The agency now projects 2025 global real gross domestic product growth at 3.3%, up from a 3.2% gain estimated in October. It continues to see 2026 growth at 3.3%, compared with a 3.2% rate projected for 2024. The IMF called its latest outlooks are below the historical growth average of 3.7%.
The US real GDP growth rate for this year is now pegged at 2.7%, up from the previous outlook of 2.2%, amid robust demand conditions that reflect "strong wealth effects" and a less restrictive monetary policy stance, the IMF said. The agency upgraded its 2025 economic growth estimates for countries like China and Russia, while Germany, France, Italy and Canada were among those seeing downgrades.
In the medium term, world growth is expected to be lower than its 2025-26 average and the five-year-ahead projections at about 3%, the IMF said.

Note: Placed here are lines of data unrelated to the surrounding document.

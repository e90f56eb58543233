import { useState } from 'react';
import { Button } from '#frontend/components/button.tsx';
import { Dialog, DialogActions } from '#frontend/components/dialog.tsx';
import { TextArea } from '#frontend/components/field.tsx';
import { dateAndTime, dayOrTime } from '#frontend/lib/dates.ts';
import { LIMITS } from '#common/schemas/limits.ts';
import {
  useDocument,
  useEditorState,
  useEditorStore,
  useIsReadOnly,
} from '#frontend/features/scenario-editor/hooks/editor-context.tsx';
import type { Saving } from '#frontend/features/scenario-editor/hooks/use-save.ts';
import { isDirty } from '#frontend/features/scenario-editor/model/editor-state.ts';
import { TextFieldOf } from '../fields/bound-fields.tsx';

interface ScenarioHeaderProps {
  saving: Saving;
  /** Whether unsaved work can be kept in this browser. */
  isKept: boolean;
}

/** The line above the tabs: what this is, how it is saved, and the way back and forth in what was done. */
export function ScenarioHeader({ saving, isKept }: ScenarioHeaderProps) {
  const name = useDocument((document) => document.name);
  const isReadOnly = useIsReadOnly();
  return (
    <div className="sticky top-0 z-20 border-b border-hair bg-paper">
      <div className="page flex flex-wrap items-center gap-x-4 wide:max-w-[104rem] py-2 sm:gap-x-6">
        <h1 className="sr-only">{name}</h1>
        <div className="-ml-1.5 min-w-0 basis-2/3 text-lg font-semibold sm:flex-1 sm:basis-0">
          <TextFieldOf
            field="name"
            isCell
            label="Name of the scenario"
            value={name}
            change={(document, next) => ({ ...document, name: next })}
          />
        </div>
        {!isReadOnly && <HistoryButtons />}
        <SaveState saving={saving} isKept={isKept} />
        {!isReadOnly && <SaveButtons saving={saving} />}
      </div>
    </div>
  );
}

function SaveState({ saving, isKept }: ScenarioHeaderProps) {
  const saved = useEditorState((state) => state.saved);
  const isChanged = useEditorState(isDirty);
  const isReadOnly = useIsReadOnly();
  const { status } = saving;
  const rest = `revision ${saved.revision}, saved ${dayOrTime(saved.savedAt)}`;
  const text =
    status.kind === 'saving'
      ? 'Saving …'
      : status.kind === 'offline'
        ? 'Not reached: kept here, saved as soon as the server answers'
        : isChanged
          ? `Unsaved changes to revision ${saved.revision}${isKept ? '' : ', and no room to keep them in this browser'}`
          : rest;
  return (
    <p
      role="status"
      title={`Revision ${saved.revision}, saved ${dateAndTime(saved.savedAt)} by ${saved.savedBy}`}
      className={`max-sm:flex-1 sm:order-none text-small ${isChanged && status.kind !== 'saving' ? 'text-caution' : 'text-muted'}`}
    >
      {text}
      {isReadOnly && ', for reading'}
    </p>
  );
}

function HistoryButtons() {
  const store = useEditorStore();
  const undoLabel = useEditorState((state) => state.past.at(-1)?.label);
  const redoLabel = useEditorState((state) => state.future.at(-1)?.label);
  const announcement = useEditorState((state) => state.announcement);
  return (
    <div role="group" aria-label="History" className="flex items-center max-sm:ml-auto sm:order-1">
      <HistoryButton name="Undo" what={undoLabel} shortcuts="Control+Z" onClick={store.undo} />
      <HistoryButton name="Redo" what={redoLabel} shortcuts="Control+Shift+Z Control+Y" onClick={store.redo} />
      <span role="status" className="sr-only">
        {announcement}
      </span>
    </div>
  );
}

interface HistoryButtonProps {
  name: 'Undo' | 'Redo';
  /** The edit that it takes back or makes again; undefined when there is none. */
  what: string | undefined;
  shortcuts: string;
  onClick: () => void;
}

function HistoryButton({ name, what, shortcuts, onClick }: HistoryButtonProps) {
  return (
    <button
      type="button"
      aria-label={name}
      title={what === undefined ? name : `${name}: ${what}`}
      aria-keyshortcuts={shortcuts}
      disabled={what === undefined}
      onClick={onClick}
      className="inline-flex size-9 items-center justify-center rounded-full text-muted enabled:hover:bg-accent-soft enabled:hover:text-ink disabled:opacity-40"
    >
      <CurvedArrow isForward={name === 'Redo'} />
    </button>
  );
}

function CurvedArrow({ isForward = false }: { isForward?: boolean }) {
  return (
    <svg viewBox="0 0 20 20" className={`size-5 ${isForward ? '-scale-x-100' : ''}`} aria-hidden="true">
      <path
        d="M7 4 3 8l4 4M3.5 8H12a4.5 4.5 0 0 1 0 9H8"
        fill="none"
        stroke="currentColor"
        strokeWidth="1.6"
        strokeLinecap="round"
        strokeLinejoin="round"
      />
    </svg>
  );
}

function SaveButtons({ saving }: { saving: Saving }) {
  const isChanged = useEditorState(isDirty);
  const [isNoting, setNoting] = useState(false);
  const [note, setNote] = useState('');
  const save = (): void => {
    saving.save(note.trim());
    setNote('');
    setNoting(false);
  };
  return (
    <div className="flex items-center gap-3 sm:order-2">
      <button
        type="button"
        disabled={!isChanged}
        onClick={() => setNoting(true)}
        className="min-h-9 rounded-sm text-small text-muted enabled:hover:text-ink enabled:hover:underline enabled:hover:underline-offset-4 disabled:opacity-55"
      >
        with a note
      </button>
      <Button
        variant="primary"
        aria-keyshortcuts="Control+S"
        disabled={!isChanged}
        isBusy={saving.status.kind === 'saving'}
        onClick={() => saving.save()}
      >
        Save
      </Button>
      <Dialog title="Save with a note" isOpen={isNoting} onClose={() => setNoting(false)}>
        <TextArea
          label="What changed, and why"
          hint="Stands beside the revision."
          maxLength={LIMITS.noteLength}
          value={note}
          onChange={(event) => setNote(event.target.value)}
        />
        <DialogActions>
          <Button onClick={() => setNoting(false)}>Cancel</Button>
          <Button variant="primary" onClick={save}>
            Save
          </Button>
        </DialogActions>
      </Dialog>
    </div>
  );
}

"European economies could slow more than anticipated, especially if investors grow more concerned about public debt sustainability in more vulnerable countries," IMF Economic Counsellor Pierre-Olivier Gourinchas said in a blog post. "In China, should fiscal and monetary measures prove insufficient to address domestic weakness, the economy is at risk of a debt-deflation stagnation trap, where falling prices raise the real value of debt, undermining activity further."

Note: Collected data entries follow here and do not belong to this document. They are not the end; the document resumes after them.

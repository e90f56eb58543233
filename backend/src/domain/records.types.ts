import type { Scenario } from '#common/engine/scenario/scenario.types.ts';
import type { Role } from '#common/schemas/api/common.ts';
import type { LibraryContent } from '#common/schemas/api/library.ts';
import type { ForecastSummary } from '#common/schemas/api/scenarios.ts';

/** What the use cases speak of. Times are dates here and text only on the wire. */
export interface ProjectRecord {
  id: string;
  name: string;
  description: string;
  version: number;
  /** Scenarios that are not archived. */
  scenarioCount: number;
  archivedAt: Date | null;
  createdAt: Date;
  updatedAt: Date;
}

export interface ScenarioRecord {
  id: string;
  projectId: string;
  name: string;
  version: number;
  /** Number of the latest revision. */
  revision: number;
  forecast: ForecastSummary | null;
  archivedAt: Date | null;
  createdAt: Date;
  updatedAt: Date;
  /** Name of the person who changed it last. */
  updatedBy: string;
}

export interface ScenarioWithDocument extends ScenarioRecord {
  projectName: string;
  document: Scenario;
}

export interface RevisionRecord {
  scenarioId: string;
  revision: number;
  note: string;
  author: string;
  createdAt: Date;
  restoredFrom: number | null;
  forecast: ForecastSummary | null;
}

export interface RevisionWithDocument extends RevisionRecord {
  document: Scenario;
}

export interface LibraryRecord {
  id: string;
  origin: 'workspace' | 'catalogue';
  name: string;
  note: string;
  content: LibraryContent;
  version: number | null;
  archivedAt: Date | null;
  updatedAt: Date | null;
}

export interface ListQuery<Sort extends string> {
  page: number;
  pageSize: number;
  sort: Sort;
  q: string;
  archived: 'true' | 'false' | 'all';
}

export interface UserRecord {
  id: string;
  email: string;
  name: string;
  /** Counts up with every change of password; a session that carries an older one is over. */
  sessionEpoch: number;
}

export interface WorkspaceMembership {
  id: string;
  name: string;
  isDemo: boolean;
  role: Role;
}
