import type { Quantity } from '#common/engine/scenario/scenario.types.ts';
import { formatForEdit } from '#common/units/format-for-edit.ts';
import type { ParseOptions } from '#common/units/parse-quantity.ts';

interface Described {
  /** Dotted key below the object that the table of fields is about. */
  key: string;
  label: string;
  /** What it means, or what is assumed where it is empty. */
  hint?: string;
}

/** One number. */
export interface FigureDescriptor extends Described {
  type: 'figure';
  options: ParseOptions;
  isOptional?: boolean;
}

/** A figure with minimum, typical and maximum, and where it comes from. */
export interface QuantityDescriptor extends Described {
  type: 'quantity';
  options: ParseOptions;
  isOptional?: boolean;
}

export type StoredChoice = string | number | boolean;

/** One of a few words; `absent` names what holds where nothing is stored, and is missing where something always is. */
export interface ChoiceDescriptor extends Described {
  type: 'choice';
  choices: readonly { value: StoredChoice; label: string }[];
  absent?: string;
}

/** A row of a table of fields: what is typed, in which unit, and what an empty one means. */
export type FieldDescriptor = FigureDescriptor | QuantityDescriptor | ChoiceDescriptor;

/** A stored value as its field shows it; null for what this field does not hold. */
export function describedText(descriptor: FieldDescriptor, value: unknown): string | null {
  if (descriptor.type === 'choice') return descriptor.choices.find((choice) => choice.value === value)?.label ?? null;
  const number = descriptor.type === 'figure' ? value : typicalOf(value);
  return typeof number === 'number' ? formatForEdit(number, descriptor.options.dimension) : null;
}

function typicalOf(value: unknown): unknown {
  return isQuantity(value) ? value.typical : undefined;
}

export function isQuantity(value: unknown): value is Quantity {
  return typeof value === 'object' && value !== null && 'typical' in value && typeof value.typical === 'number';
}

US President-elect Donald Trump is scheduled to take office Monday.
Gourinchas said that many of potential policy changes under the new Trump administration are hard to quantify accurately. "Some indicated policies, such as looser fiscal policy or deregulation efforts, would stimulate aggregate demand and increase inflation in the near term, as spending and investment increase immediately," Gourinchas wrote. "Other policies, such as higher tariffs or immigration curbs, will play out like negative supply shocks, reducing output and adding to price pressures."
Potential growth in demand and shrinking supply would reignite price pressures in the US, though its impact on near-term economic output would be unclear, according to Gourinchas. "Higher inflation would prevent the Federal Reserve from cutting interest rates and could even require rate hikes that would in turn strengthen the dollar and widen US external deficits."

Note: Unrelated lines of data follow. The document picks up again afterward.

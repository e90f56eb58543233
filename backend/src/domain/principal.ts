import type { Role } from '#common/schemas/api/common.ts';
import type { UserRecord, WorkspaceMembership } from './records.types.ts';

/** Who sends a request, read from the database each time, so that a changed role or a removed member counts at once. */
export interface Principal {
  user: UserRecord;
  workspaces: readonly WorkspaceMembership[];
  /** The workspace at work in this session; null for somebody who is member of none. */
  workspace: WorkspaceMembership | null;
}

/** A principal inside a workspace: what the use cases need to know. */
export interface Member {
  userId: string;
  workspaceId: string;
  role: Role;
}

Last month, the US central bank reduced its benchmark lending rate by 25 basis points and flagged fewer cuts ahead than projected in September. The Federal Open Market Committee's Summary of Economic Projections at the time showed that policymakers raised their 2025 US economic growth outlook to 2.1% from 2%.
"There is a risk that excessive deregulation could also weaken financial safeguards and increase financial vulnerabilities, putting the US economy on a dangerous boom-bust path," Gourinchas said. Restrictive trade policies and stringent migration curbs would elevate medium-term risks to economic output, he added.
Fiscal policy efforts for several countries have either been delayed or are inadequate to stabilize debt dynamics, calling for an urgency to restore fiscal sustainability, according to Gourinchas.
"Unilateral policies that distort competition -- such as tariffs, nontariff barriers, or subsidies --rarely improve domestic prospects durably," Gourinchas wrote. "They are unlikely to ameliorate external imbalances and may instead hurt trading partners, spur retaliation, and leave every country worse off."
The IMF sees world inflation easing to 4.2% this year and 3.5% in 2026 from the 6.7% and 5.7% rates projected for 2023 and 2024, respectively.